The required output is a number: how many lines of the data below include the string "phaseRad".

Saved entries

--- START ---

/**
 * Harmonic series of a vector: Σ tᵏ·a·cos(b + c·t) for each component, and its derivative.
 *
 * The components share their frequencies, so each frequency takes one sine and one cosine for all three:
 * a·cos(b + c·t) = (a·cos b)·cos(c·t) − (a·sin b)·sin(c·t), the brackets made once.
 *
 * Source: definition; the addition theorem.
 */
import { sinCosInto } from '../elementary'

/** Amplitude, phase (rad) and frequency (rad a unit of time), three numbers a term, by power of the time and then x, y, z. */
export type HarmonicTerms = readonly (readonly (readonly number[])[])[]

/** The terms by frequency: for each power seven numbers a frequency, c and then the factors of cosine and sine of x, y, z. */
export type HarmonicSeries = readonly Float64Array[]

const PER_FREQUENCY = 7
const wave = new Float64Array(2)

/**
 * Terms gathered by frequency.
 * @param terms amplitude, phase and frequency by power of the time and component.
 * @returns the series for evaluateSeriesInto, the powers in their order, the frequencies in the order of their first term.
 * Source: the addition theorem.
 */
export function gatherSeries(terms: HarmonicTerms): HarmonicSeries {
  return terms.map((components) => {
    const byFrequency = new Map<number, Float64Array>()
    components.forEach((numbers, component) => {
      for (let k = 0; k < numbers.length; k += 3) addTerm(byFrequency, component, numbers.slice(k, k + 3))
    })
    const gathered = new Float64Array(byFrequency.size * PER_FREQUENCY)
    let place = 0
    for (const factors of byFrequency.values()) {
      gathered.set(factors, place)
      place += PER_FREQUENCY
    }
    return gathered
  })
}

function addTerm(byFrequency: Map<number, Float64Array>, component: number, term: readonly number[]): void {
  const [amplitude = NaN, phaseRad = NaN, frequency = NaN] = term
  const factors = byFrequency.get(frequency) ?? new Float64Array(PER_FREQUENCY)
  byFrequency.set(frequency, factors)
  factors[0] = frequency
  sinCosInto(phaseRad, wave)
  factors[1 + 2 * component]! += amplitude * wave[1]!
  factors[2 + 2 * component]! -= amplitude * wave[0]!
}

/**
 * Value and derivative of a series.
 * @param series as gatherSeries made it.
 * @param t time in the unit of the frequencies.
 * @param out receives the vector at [0] to [2] and its derivative by t at [3] to [5]; NaN where t is no finite number.
 * Source: definition.
 */
export function evaluateSeriesInto(series: HarmonicSeries, t: number, out: Float64Array): void {
  out.fill(0, 0, 6)
  let power = 1
  let powerRate = 0
  for (const [k, gathered] of series.entries()) {
    addPower(gathered, { t, power, powerRate }, out)
    powerRate = (k + 1) * power
    power *= t
  }
}

/** Adds one power of the time, the smallest terms first. */
function addPower(gathered: Float64Array, at: { t: number, power: number, powerRate: number }, out: Float64Array): void {
  let x = 0
  let y = 0
  let z = 0
  let dx = 0
  let dy = 0
  let dz = 0
  for (let k = gathered.length - PER_FREQUENCY; k >= 0; k -= PER_FREQUENCY) {
    const frequency = gathered[k]!
    sinCosInto(frequency * at.t, wave)
    const s = wave[0]!
    const c = wave[1]!
    x += gathered[k + 1]! * c + gathered[k + 2]! * s
    y += gathered[k + 3]! * c + gathered[k + 4]! * s
    z += gathered[k + 5]! * c + gathered[k + 6]! * s
    dx += frequency * (gathered[k + 2]! * c - gathered[k + 1]! * s)
    dy += frequency * (gathered[k + 4]! * c - gathered[k + 3]! * s)
    dz += frequency * (gathered[k + 6]! * c - gathered[k + 5]! * s)
  }
  out[0]! += at.power * x
  out[1]! += at.power * y
  out[2]! += at.power * z
  out[3]! += at.power * dx + at.powerRate * x
  out[4]! += at.power * dy + at.powerRate * y
  out[5]! += at.power * dz + at.powerRate * z
}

--- END ---

● Answer box: 2